Критический анализ различных редакций пушкинского текста замечателен еще у г. Ефремова и во многих других отношениях. Ни у одного комментатора произведений знаменитых авторов нельзя найти столько игривости, такого расположения к шутке и фельетонной шалости. Обширная сеть цитат, выписок, поправок его вся пропитана, за малыми исключениями, блестками сомнительного остроумия, фальшивой иронии. Он умеет высказывать длинные замечания тоном водевилиста и может быть по справедливости назван творцом нового рода увеселительной библиографии. По-видимому, приемы эти ему были нужны в виде вознаграждения читателя за пустоту многих его соображений. Нужно ли, например, г. Ефремову указать на ошибку известного библиографа В.П. Гаевского, полагавшего, что одна эпиграмма дяди нашего поэта Василия Львовича Пушкина имела в виду знаменитого его племянника Александра Сергеевича Пушкина, г. Ефремов делает свое указание в следующей форме: "Сомнительно, чтобы Вас. Льв. (Пушкин -- дядя), мог написать эпиграмму на не родившегося еще племянника, ибо она напечатана в 3-й книге Аонид на 1799, а поэт родился только в мае этого года" (т. II, стр. 430). Это прелестное "сомнительно" окрашивает простую заметку в приятный ругательный цвет. В другой раз, по поводу шуточной пьесы Пушкина "Ода графу Хвостову", редактор без всякой причины и какой-либо связи с произведением бросает комок грязи в г. Гербеля, издателя Шиллера и Шекспира в русских переводах (т. I, стр. 569). И сколько таких юмористических блесток разбросано г. Ефремовым по всем частям и составам его труда! Зачем все это, и главное, у места ли в издании классического писателя?
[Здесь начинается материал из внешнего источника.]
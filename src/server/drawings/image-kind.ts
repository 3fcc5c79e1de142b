import { Refusal } from "~/domain/errors";

export type DrawingFormat = "png" | "jpeg" | "webp";

export const mediaTypes: Record<DrawingFormat, string> = {
  png: "image/png",
  jpeg: "image/jpeg",
  webp: "image/webp",
};

const refuse = (message: string, cause?: unknown) => new Refusal("drawing.refused", message, { cause });

export const unreadable = (cause?: unknown) =>
  refuse(
    "The image is damaged or was cut short, so it cannot be read to its end. Save it again from the program it came from and upload that file.",
    cause,
  );

const startsWith = (bytes: Uint8Array, text: string, at = 0): boolean =>
  [...text].every((character, index) => bytes[at + index] === character.charCodeAt(0));

/** The format that the first bytes say, whatever the file is called. Only these three ever reach a decoder. */
function signature(bytes: Uint8Array): DrawingFormat | undefined {
  if (startsWith(bytes, "\x89PNG\r\n\x1a\n")) return "png";
  if (startsWith(bytes, "\xff\xd8\xff")) return "jpeg";
  if (startsWith(bytes, "RIFF") && startsWith(bytes, "WEBP", 8)) return "webp";
  return undefined;
}

const saveAsPng = "Save it as PNG, JPEG or WebP and upload that file.";

function whatItIsInstead(bytes: Uint8Array): string {
  const beginning = new TextDecoder("latin1").decode(bytes.subarray(0, 1024));
  if (beginning.includes("%PDF-"))
    return "This is a PDF. Choose it on the sheet with “Upload a drawing”: the page that you pick there is drawn in your browser and sent as an image.";
  if (/<svg[\s>]/i.test(beginning))
    return `This is an SVG drawing, which is not taken as it is. ${saveAsPng}`;
  if (/^(II\*\0|MM\0\*)/.test(beginning)) return `This is a TIFF image. ${saveAsPng}`;
  if (/^....ftyp(hei|hev|mif1|msf1|avi)/s.test(beginning))
    return `This is a HEIF or AVIF image. ${saveAsPng}`;
  if (beginning.startsWith("GIF8")) return `This is a GIF image. ${saveAsPng}`;
  if (beginning.startsWith("BM")) return `This is a BMP image. ${saveAsPng}`;
  if (/^AC10\d\d/.test(beginning)) return `This is a DWG drawing. Plot the floor to PDF or PNG first.`;
  return `This is not an image that can be read. ${saveAsPng}`;
}

/** Judges a file by its content. @throws Refusal drawing.refused, which says what to do instead */
export function drawingFormat(bytes: Uint8Array): DrawingFormat {
  if (bytes.byteLength === 0) throw refuse("The file is empty. Choose another one.");
  const format = signature(bytes);
  if (format === undefined) throw refuse(whatItIsInstead(bytes));
  return format;
}
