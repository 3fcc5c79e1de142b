import { afterAll, beforeAll, describe, expect, it } from "vitest";
import { clearingSchema } from "../../src/domain/clearing";
import { parsePlanDocument } from "../../src/domain/plan-document/parse";
import type { PlanRow } from "../../src/server/db/queries/plans";
import { clearing } from "../../src/screening/clearing/clearing";
import { as } from "../fixtures/api-client";
import { newMember, newOrganisation, type SignedInMember } from "../fixtures/organisation";
import { screenablePlan } from "../fixtures/screenable-plan";
import { newPlan } from "../fixtures/sites";
import { startTestApp, type TestApp } from "../support/test-app";

let app: TestApp;
let planner: SignedInMember;
let plan: PlanRow;
let api: string;

beforeAll(async () => {
  app = await startTestApp();
  planner = await newMember(await newOrganisation("Clearing Office"), ["planner"]);
  plan = await newPlan(planner);
  const saved = await as(app, planner)("put", `/api/plans/${plan.id}/document`).send({
    baseVersion: 1,
    document: screenablePlan(plan.name),
  });
  const { version } = saved.body as { version: number };
  const screened = await as(app, planner)("post", `/api/plans/${plan.id}/screenings`).send({ version });
  api = `/api/plans/${plan.id}/screenings/${String(screened.body.id)}/clearing`;
});
afterAll(() => app.close());

const ask = async (query = "") => (await as(app, planner)("get", `${api}${query}`)).body as unknown;

describe("what would clear a screening", () => {
  it("is what the engine says of the stored document, to the last digit", async () => {
    const parsed = parsePlanDocument(screenablePlan(plan.name));
    if (!parsed.ok) throw new Error("The fixture is refused.");
    const parts = ["positions", "currents", "changes", "distances"] as const;
    const expected = clearing(parsed.document, { sensorIds: null, parts: [...parts] });
    const answer = clearingSchema.parse(await ask());
    expect(answer).toEqual(expected);
    expect(answer.sensors.map(({ id, verdict }) => [id, verdict])).toEqual([["near", "over"]]);
    expect(answer.sensors[0]?.positions?.suggestions.length).toBeGreaterThan(0);
    expect(answer.changes.length).toBeGreaterThan(0);
  });

  it("is given for one position, and by parts", async () => {
    const one = clearingSchema.parse(await ask("?position=near"));
    expect([one.sensors.length, one.distances]).toEqual([1, null]);
    expect(clearingSchema.parse(await ask("?position=far")).sensors).toEqual([]);
    const distances = clearingSchema.parse(await ask("?part=distances"));
    expect(distances.sensors[0]).toMatchObject({ positions: null, currents: [] });
    expect(distances.changes).toEqual([]);
    expect(distances.distances?.circuits.map(({ circuitId }) => circuitId)).toEqual(["c1"]);
  });

  it("refuses a part that does not exist", async () => {
    const refused = await as(app, planner)("get", `${api}?part=everything`);
    expect([refused.status, refused.body.error.code]).toEqual([422, "input.refused"]);
  });
});
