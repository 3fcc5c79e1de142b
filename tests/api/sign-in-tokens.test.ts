import { env as variables } from "node:process";
import { afterAll, beforeAll, describe, expect, it } from "vitest";
import { db } from "../../src/server/db/client";
import { sessions } from "../../src/server/db/schema/people";
import { giveIdentity } from "../fixtures/identities";
import { newMember, newOrganisation } from "../fixtures/organisation";
import { startOwnProvider, type TokenFields } from "../fixtures/own-provider";
import { startTestApp, type TestApp } from "../support/test-app";

const subject = "ada";
let app: TestApp;
let provider: Awaited<ReturnType<typeof startOwnProvider>>;

beforeAll(async () => {
  provider = await startOwnProvider();
  app = await startTestApp();
  variables["OIDC_ISSUER"] = provider.issuer;
  await giveIdentity(await newMember(await newOrganisation("Token Office"), ["planner"]), subject);
});
afterAll(async () => {
  await app.close();
  await provider.stop();
});

/** Begins a sign-in, has the token endpoint hand out what `make` makes of the right fields, and comes back. */
async function comeBackWith(make: (right: TokenFields) => Promise<string> | string | undefined) {
  const visitor = app.visitor();
  const started = await visitor.request(`${app.origin}/api/sign-in/start`);
  const asked = new URL(started.headers.get("location") ?? "", app.origin).searchParams;
  const right = {
    iss: provider.issuer,
    sub: subject,
    aud: asked.get("client_id") ?? "",
    nonce: asked.get("nonce") ?? "",
    expiresInS: 300,
  };
  provider.issue(await make(right));
  const before = await db().$count(sessions);
  const answer = new URLSearchParams({ code: "issued", state: asked.get("state") ?? "" });
  const response = await visitor.request(`${app.origin}/api/sign-in/return?${answer.toString()}`);
  return {
    goesTo: response.headers.get("location"),
    sessionsMade: (await db().$count(sessions)) - before,
  };
}
const refused = { goesTo: "/sign-in?problem=provider-refused", sessionsMade: 0 };
const signedIn = { goesTo: "/desk", sessionsMade: 1 };

const unsigned = (fields: Record<string, unknown>): string =>
  [{ alg: "none" }, fields].map((part) => Buffer.from(JSON.stringify(part)).toString("base64url")).join(".") +
  ".";

// First, while nothing is known of the provider yet.
it("says that the provider does not answer, and works as soon as it does", async () => {
  await provider.stop();
  const down = await app.visitor().request(`${app.origin}/api/sign-in/start`);
  expect([down.status, down.headers.get("location")]).toEqual([303, "/sign-in?problem=provider-unavailable"]);
  expect(down.headers.getSetCookie()).toEqual([]);
  const page = await app.visitor().visit(`${app.origin}/sign-in?problem=provider-unavailable`);
  expect(await page.response.text()).toContain("have a sign-in link sent to you by e-mail");
  await provider.startAgain();
  expect(await comeBackWith(provider.sign)).toEqual(signedIn);
});

describe("an ID token", () => {
  it("signs in when everything about it is in order", async () => {
    expect(await comeBackWith(provider.sign)).toEqual(signedIn);
    expect(await comeBackWith((right) => provider.sign({ ...right, azp: right.aud as string }))).toEqual(
      signedIn,
    );
  });

  it.each<[string, (right: TokenFields) => TokenFields]>([
    ["another issuer", (right) => ({ ...right, iss: "https://elsewhere.example" })],
    ["another audience", (right) => ({ ...right, aud: "another-application" })],
    [
      "several audiences and no authorised party",
      (right) => ({ ...right, aud: [right.aud as string, "another"] }),
    ],
    ["another authorised party", (right) => ({ ...right, azp: "another-application" })],
    ["another sign-in's nonce", (right) => ({ ...right, nonce: "a".repeat(43) })],
    ["no nonce", ({ iss, sub, aud, expiresInS }) => ({ iss, sub, aud, expiresInS })],
    ["an expiry that has passed", (right) => ({ ...right, expiresInS: -60 })],
    ["an empty subject", (right) => ({ ...right, sub: "" })],
  ])("is refused with %s", async (_, change) => {
    expect(await comeBackWith((right) => provider.sign(change(right)))).toEqual(refused);
  });

  it("is refused without the provider's signature", async () => {
    expect(await comeBackWith(provider.signAsStranger)).toEqual(refused);
    const forged = ({ expiresInS, ...right }: TokenFields) => {
      const nowS = Math.floor(Date.now() / 1000);
      return unsigned({ ...right, iat: nowS, exp: nowS + expiresInS });
    };
    expect(await comeBackWith(forged)).toEqual(refused);
    const tampered = async (right: TokenFields) => {
      const [head = "", body = "", signature = ""] = (await provider.sign({ ...right, sub: "eve" })).split(
        ".",
      );
      const claims = JSON.parse(Buffer.from(body, "base64url").toString()) as Record<string, unknown>;
      const changed = Buffer.from(JSON.stringify({ ...claims, sub: subject })).toString("base64url");
      return [head, changed, signature].join(".");
    };
    expect(await comeBackWith(tampered)).toEqual(refused);
    expect(await comeBackWith(() => "no token at all")).toEqual(refused);
  });

  it("that cannot be had because the provider fails is told as an outage", async () => {
    expect(await comeBackWith(() => undefined)).toEqual({
      goesTo: "/sign-in?problem=provider-unavailable",
      sessionsMade: 0,
    });
  });
});
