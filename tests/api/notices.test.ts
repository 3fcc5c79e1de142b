import { createConnection } from "mysql2/promise";
import { afterAll, beforeAll, beforeEach, describe, expect, it } from "vitest";
import { db } from "../../src/server/db/client";
import { listActivity } from "../../src/server/db/queries/activity";
import { noticeView } from "../../src/server/notices/notices";
import { as } from "../fixtures/api-client";
import { newMember, newOrganisation, type SignedInMember } from "../fixtures/organisation";
import { newAddress, newScreenedPlan, type ScreenedPlan } from "../fixtures/screenings";
import { startTestApp, type TestApp } from "../support/test-app";

let app: TestApp;
let planner: SignedInMember;
let auditor: SignedInMember;
let stranger: SignedInMember;
let screened: ScreenedPlan;

beforeAll(async () => {
  app = await startTestApp();
  const organisation = await newOrganisation("Notice Office");
  planner = await newMember(organisation, ["planner"]);
  auditor = await newMember(organisation, ["auditor"]);
  stranger = await newMember(await newOrganisation("Foreign Office"), ["planner"]);
});
beforeEach(async () => {
  screened = await newScreenedPlan(planner);
});
afterAll(() => app.close());

const notices = () => `/api/plans/${screened.plan.id}/notices`;
const compose = (more: object = {}, member = planner) =>
  as(app, member)("post", notices()).send({
    screeningId: screened.screeningId,
    coveringText: "Keep dock 3 free.",
    recipients: [{ name: "Site team", email: newAddress() }],
    ...more,
  });
const deliveriesOf = async (id: string) =>
  (await as(app, planner)("get", `${notices()}/${id}/deliveries`)).body.deliveries;
const draftTag = async (id: string) => (await noticeView(planner, id)).draftTag;
const issue = (id: string, member = planner) => as(app, member)("post", `${notices()}/${id}/issue`);

describe("composing", () => {
  it("begins a draft that names each address once", async () => {
    const email = newAddress();
    const answer = await compose({
      recipients: [
        { name: "Ilka Thorsen", email },
        { name: "Somebody else", email: email.toUpperCase() },
      ],
    });
    expect(answer.status).toBe(201);
    expect(answer.body.url).toBe(`/plans/${screened.plan.id}/notices/${String(answer.body.id)}`);
    expect((await issue(answer.body.id)).body.recipients).toBe(1);
    expect(await deliveriesOf(answer.body.id)).toMatchObject([{ recipientName: "Ilka Thorsen", email }]);
  });

  it("leads to the draft that is there, and refuses a second one that would say something", async () => {
    const first = await compose();
    const again = await compose({ coveringText: "", recipients: [] });
    expect([again.status, again.body]).toEqual([200, first.body]);
    const second = await compose();
    expect([second.status, second.body.error.code]).toEqual([409, "state.conflict"]);
    expect(second.body.error.detail).toEqual(first.body);
  });

  it("begins one draft, however often it is asked for at the same time", async () => {
    const ask = () => compose({ coveringText: "", recipients: [] });
    const answers = await Promise.all([ask(), ask(), ask(), ask()]);
    expect(answers.map(({ status }) => status).sort()).toEqual([200, 200, 200, 201]);
    expect(new Set(answers.map(({ body }) => body.id)).size).toBe(1);
  });

  it("refuses whatever would begin another header or another recipient", async () => {
    const refused: [object, string][] = [
      [{ name: "A\r\nBcc: all@site.example", email: "a@site.example" }, "recipients[0].name"],
      [{ name: "A\u2028B", email: "a@site.example" }, "recipients[0].name"],
      [{ name: "A", email: "a@site.example\r\nBcc: b@site.example" }, "recipients[0].email"],
      [{ name: "A", email: "a@site.example, b@site.example" }, "recipients[0].email"],
      [{ name: "A", email: "<a@site.example>" }, "recipients[0].email"],
      [{ name: "A", email: "a@site.example> NOTIFY=NEVER" }, "recipients[0].email"],
      [{ name: " ", email: "a@site.example" }, "recipients[0].name"],
    ];
    for (const [recipient, path] of refused) {
      const answer = await compose({ recipients: [recipient] });
      expect([answer.status, answer.body.error.faults[0].path]).toEqual([422, path]);
    }
    expect((await compose({ coveringText: "x".repeat(4001) })).status).toBe(422);
  });

  it("is for planners of the organisation and for screenings of the plan", async () => {
    expect((await compose({}, auditor)).status).toBe(403);
    expect((await compose({}, stranger)).status).toBe(404);
    const other = await newScreenedPlan(planner);
    expect((await compose({ screeningId: other.screeningId })).status).toBe(404);
  });
});

describe("a draft that two planners have open", () => {
  it("takes the first save, and refuses the second with what the first left, until it is meant", async () => {
    const { body } = await compose();
    const at = `${notices()}/${String(body.id)}`;
    const change = (draft: object) => as(app, planner)("patch", at).send(draft);
    const opened = await draftTag(body.id);
    const email = newAddress();
    const first = { coveringText: "Wear a helmet.", recipients: [{ name: "Ilka Thorsen", email }] };
    const saved = await change({ draftTag: opened, ...first });
    expect([saved.status, saved.body]).toEqual([200, { id: body.id, draftTag: await draftTag(body.id) }]);
    const late = await change({ draftTag: opened, coveringText: "No helmet." });
    expect([late.status, late.body.error.code]).toEqual([409, "state.conflict"]);
    expect(late.body.error.detail).toEqual({ draftTag: saved.body.draftTag, ...first });
    // A save whose answer was lost is sent again, on the old tag.
    expect((await change({ draftTag: opened, ...first })).status).toBe(200);
    const meant = await change({ draftTag: late.body.error.detail.draftTag, coveringText: "No helmet." });
    expect(meant.status).toBe(200);
    expect(await noticeView(planner, body.id)).toMatchObject({
      notice: { coveringText: "No helmet." },
      recipients: [{ email }],
    });
    expect((await change({ coveringText: "On nothing." })).status).toBe(422);
  });

  it("lets one of two simultaneous saves through", async () => {
    const { body } = await compose();
    const opened = await draftTag(body.id);
    const save = (coveringText: string) =>
      as(app, planner)("patch", `${notices()}/${String(body.id)}`).send({ draftTag: opened, coveringText });
    const answers = await Promise.all([save("One."), save("Two.")]);
    expect(answers.map(({ status }) => status).sort()).toEqual([200, 409]);
  });
});

describe("the preview", () => {
  it("shows what will be sent, and may do nothing but be shown in a page of this application", async () => {
    const { body } = await compose({ coveringText: "<script>alert(1)</script>\nBring the long ladder." });
    const html = await as(app, auditor)("get", `${notices()}/${String(body.id)}/preview.html`);
    expect(html.status).toBe(200);
    expect(html.headers["content-type"]).toBe("text/html; charset=utf-8");
    expect(html.headers["content-security-policy"]).toBe(
      "default-src 'none'; style-src 'unsafe-inline'; frame-ancestors 'self'; sandbox",
    );
    expect(html.text).toContain("Bring the long ladder.");
    expect(html.text).not.toContain("<script");
    expect(html.text).toContain(
      `href="${app.origin}/plans/${screened.plan.id}/screenings/${screened.screeningId}"`,
    );
    const text = await as(app, auditor)("get", `${notices()}/${String(body.id)}/preview.txt`);
    expect(text.headers["content-type"]).toBe("text/plain; charset=utf-8");
    expect(text.text).toContain("PRELIMINARY, NOT FOR MOUNTING");
    expect(text.text).toContain("<script>alert(1)</script>\nBring the long ladder.");
    expect((await as(app, stranger)("get", `${notices()}/${String(body.id)}/preview.txt`)).status).toBe(404);
  });

  it("follows the draft, and stays as it was once the notice is issued", async () => {
    const { body } = await compose();
    const at = `${notices()}/${String(body.id)}`;
    const changed = await as(app, planner)("patch", at).send({
      draftTag: await draftTag(body.id),
      coveringText: "Wear a helmet.",
    });
    expect(changed.status).toBe(200);
    const preview = async () => (await as(app, planner)("get", `${at}/preview.txt`)).text;
    const before = await preview();
    expect(before).toContain("Wear a helmet.");
    await issue(body.id);
    await as(app, planner)("patch", `/api/sites/${screened.plan.siteId}`).send({ name: "Another name" });
    expect(await preview()).toBe(before);
    const later = { draftTag: changed.body.draftTag, coveringText: "Later." };
    expect((await as(app, planner)("patch", at).send(later)).status).toBe(409);
  });
});

describe("issuing", () => {
  it("puts one message a recipient into the outbox, each with a Message-ID of its own, and says so", async () => {
    const recipients = ["A", "B", "C"].map((name) => ({ name, email: newAddress() }));
    const { body } = await compose({ recipients });
    const issued = await issue(body.id);
    expect([issued.status, issued.body.recipients]).toEqual([200, 3]);
    const rows = await deliveriesOf(body.id);
    expect(rows).toMatchObject(
      recipients.map(({ name, email }) => ({ recipientName: name, email, state: "waiting", attempts: 0 })),
    );
    const [line] = await listActivity(db(), planner.organisationId, 1);
    expect(line).toMatchObject({ event: "notice.issued", subjectId: body.id, actorName: planner.name });
    expect(line?.detail).not.toContain("@");
  });

  it("happens once, however often it is asked for at the same time", async () => {
    const { body } = await compose();
    const answers = await Promise.all([issue(body.id), issue(body.id), issue(body.id)]);
    expect(answers.map(({ status }) => status).sort()).toEqual([200, 409, 409]);
    expect(await deliveriesOf(body.id)).toHaveLength(1);
  });

  it("needs somebody to go to", async () => {
    const { body } = await compose({ recipients: [] });
    const refused = await issue(body.id);
    expect([refused.status, refused.body.error.faults[0].path]).toEqual([422, "recipients"]);
  });

  it("is for planners", async () => {
    const { body } = await compose();
    expect((await issue(body.id, auditor)).status).toBe(403);
    expect((await issue(body.id, stranger)).status).toBe(404);
  });

  it("lets a new version be written afterwards", async () => {
    const first = await compose();
    await issue(first.body.id);
    const second = await compose();
    expect([second.status, second.body.id === first.body.id]).toEqual([201, false]);
    const text = await as(app, planner)("get", `${notices()}/${String(second.body.id)}/preview.txt`);
    expect(text.text).toContain("version 2, sent by");
  });

  it("leaves the draft as it was when the outbox cannot be written", async () => {
    const { body } = await compose();
    const owner = await createConnection(app.database.ownerUrl);
    try {
      await owner.query(
        "create trigger no_outbox before insert on deliveries for each row signal sqlstate '45000' set message_text = 'full'",
      );
      expect((await issue(body.id)).status).toBe(500);
      await owner.query("drop trigger no_outbox");
    } finally {
      await owner.end();
    }
    expect(await deliveriesOf(body.id)).toEqual([]);
    expect((await issue(body.id)).status).toBe(200);
  });
});
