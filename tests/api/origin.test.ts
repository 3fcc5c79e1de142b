import request from "supertest";
import { afterAll, beforeAll, describe, expect, it } from "vitest";
import { db } from "../../src/server/db/client";
import { listContacts, type SiteRow } from "../../src/server/db/queries/sites";
import { addContact } from "../../src/server/sites/contacts";
import { newMember, newOrganisation, type SignedInMember } from "../fixtures/organisation";
import { newSite } from "../fixtures/sites";
import { startTestApp, type TestApp } from "../support/test-app";

let app: TestApp;
let planner: SignedInMember;
let site: SiteRow;
let contactId: string;

beforeAll(async () => {
  app = await startTestApp();
  planner = await newMember(await newOrganisation("Origin Office"), ["planner"]);
  site = await newSite(planner);
  ({ id: contactId } = await addContact(planner, site, {
    name: "Site office",
    email: "office@site.example",
    duty: "Site manager",
  }));
});
afterAll(() => app.close());

const contacts = () => listContacts(db(), site.organisationId, site.id);
const removal = (origin?: string) => {
  const test = request(app.server)
    .delete(`/api/sites/${site.id}/contacts/${contactId}`)
    .set("Cookie", planner.cookie);
  return origin === undefined ? test : test.set("Origin", origin);
};
const foreign = () => [
  "https://elsewhere.example",
  "null",
  "",
  app.origin.replace("http:", "https:"),
  app.origin.replace(/\d$/, ""),
  `${app.origin}0`,
  `${app.origin}.elsewhere.example`,
  `${app.origin}/`,
  app.origin.replace("127.0.0.1", "localhost"),
  `https://elsewhere.example, ${app.origin}`,
];

describe("an unsafe request from another origin", () => {
  it("is refused when it has no body at all", async () => {
    for (const origin of [undefined, ...foreign()]) {
      const answer = await removal(origin);
      expect([origin, answer.status, answer.body.error.code]).toEqual([
        origin,
        403,
        "request.foreign-origin",
      ]);
    }
    expect(await contacts()).toHaveLength(1);
  });

  it.each([
    ["application/json", "{}"],
    ["application/x-www-form-urlencoded", "a=b"],
    ["text/plain", "{}"],
    ["multipart/form-data; boundary=x", "--x--"],
    ["application/octet-stream", "x"],
  ])("is refused with a body of %s", async (mediaType, body) => {
    for (const method of ["post", "put", "patch"] as const) {
      const test = request(app.server)[method](`/api/sites/${site.id}`);
      const answer = await test
        .set("Cookie", planner.cookie)
        .set("Origin", "https://elsewhere.example")
        .set("Content-Type", mediaType)
        .send(body);
      expect([method, answer.status, answer.body.error.code]).toEqual([
        method,
        403,
        "request.foreign-origin",
      ]);
    }
  });

  it("is refused before anybody is signed in or out", async () => {
    for (const path of [
      "/api/sign-out",
      "/api/sign-in/token",
      "/api/sign-in/link",
      "/api/account/sign-out-everywhere",
    ]) {
      const answer = await request(app.server)
        .post(path)
        .set("Cookie", planner.cookie)
        .type("form")
        .send("token=x");
      expect([path, answer.status]).toEqual([path, 403]);
      expect(answer.headers["set-cookie"]).toBeUndefined();
    }
  });

  it("is refused on a page with a page that says so", async () => {
    const answer = await request(app.server)
      .post("/desk")
      .set("Cookie", planner.cookie)
      .set("Origin", "https://elsewhere.example")
      .set("Accept", "text/html");
    expect(answer.status).toBe(403);
    expect(answer.text).toContain("did not come from a page of this application");
    expect(answer.headers).toMatchObject({ "x-content-type-options": "nosniff", "x-frame-options": "DENY" });
  });
});

it("lets a safe request through whatever its origin", async () => {
  const answer = await request(app.server).get("/api/health").set("Origin", "https://elsewhere.example");
  expect([answer.status, answer.body]).toEqual([200, { status: "ok" }]);
});

it("lets this application's own unsafe request through", async () => {
  expect((await removal(app.origin)).status).toBe(204);
  expect(await contacts()).toEqual([]);
});

it("answers an endpoint that is not there, or not by that method, in JSON", async () => {
  for (const path of ["/api/nothing", "/api/health"]) {
    const answer = await request(app.server).post(path).set("Origin", app.origin);
    expect([path, answer.status, answer.body.error?.code]).toEqual([path, 404, "not-found"]);
  }
});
Роли редактора произведений великого отечественного деятеля г. Ефремов совсем не понимает. Он перенес в строгую область библиографических и филологических исследований говор приятелей, личные свои предрасположения и проч., бесцеремонно перемешав все это с прямою своею задачей -- восстановления правильного чтения пушкинских произведений. Он точно обрадовался возможности показать себя в качестве публициста, умеющего постоять за свои определения, хотя бы и подсказанные капризом мысли. На почве сравнительной критики текстов и под покровом великого имени художника идет у него мутная волна каких-то страстей и расчетов. У подножья величавого образа Пушкина раздаются задорные крики, шум полемических гипербол, неумеренных слов, которые возбуждают невольно вопрос: в чем же состояла цель нового издания -- в добросовестном ли пояснении пушкинских текстов, или в доставлении средств развернуться на просторе бесцеремонному балагурству его редактора?

В числе приемов, употребляемых г. Ефремовым, следует сказать еще несколько слов об упомянутом уже выше постоянном его обычае возводить в литературные преступления простые типографские недосмотры, явные описки, иногда спорную расстановку запятых (т. I, стр. 515, 516). Расчет верен: чем страшнее покажется вина, тем почетнее сделается ее обличение. Во всех случаях, где г. Ефремов встречает промах, частей требующий одной черты карандаша для полного исправления своего, он торопится принять внушительную позу спасителя пушкинской мысли, мстителя за нанесенное ей оскорбление, хотя дело обыкновенно идет о словах, буквах, перестановке фраз и т.п. Ревность о чистоте текста служит тут предлогом для тщеславной потехи. Редактор устраивает себе нечто подобное судейской кафедре, с высоты ее судил весь литературный мир и все публикации о Пушкине за их корректурные, орфографические и издательские прегрешения. Но самая большая часть суровых приговоров редактора опять-таки падает на долю старого издания Пушкина 1855 года; поэтому мы и осуждены поневоле беспрестанно обращаться к его толкованиям на издание 1855 года, так как в них-то именно заключаются наиболее крупные перлы его комментаторской деятельности.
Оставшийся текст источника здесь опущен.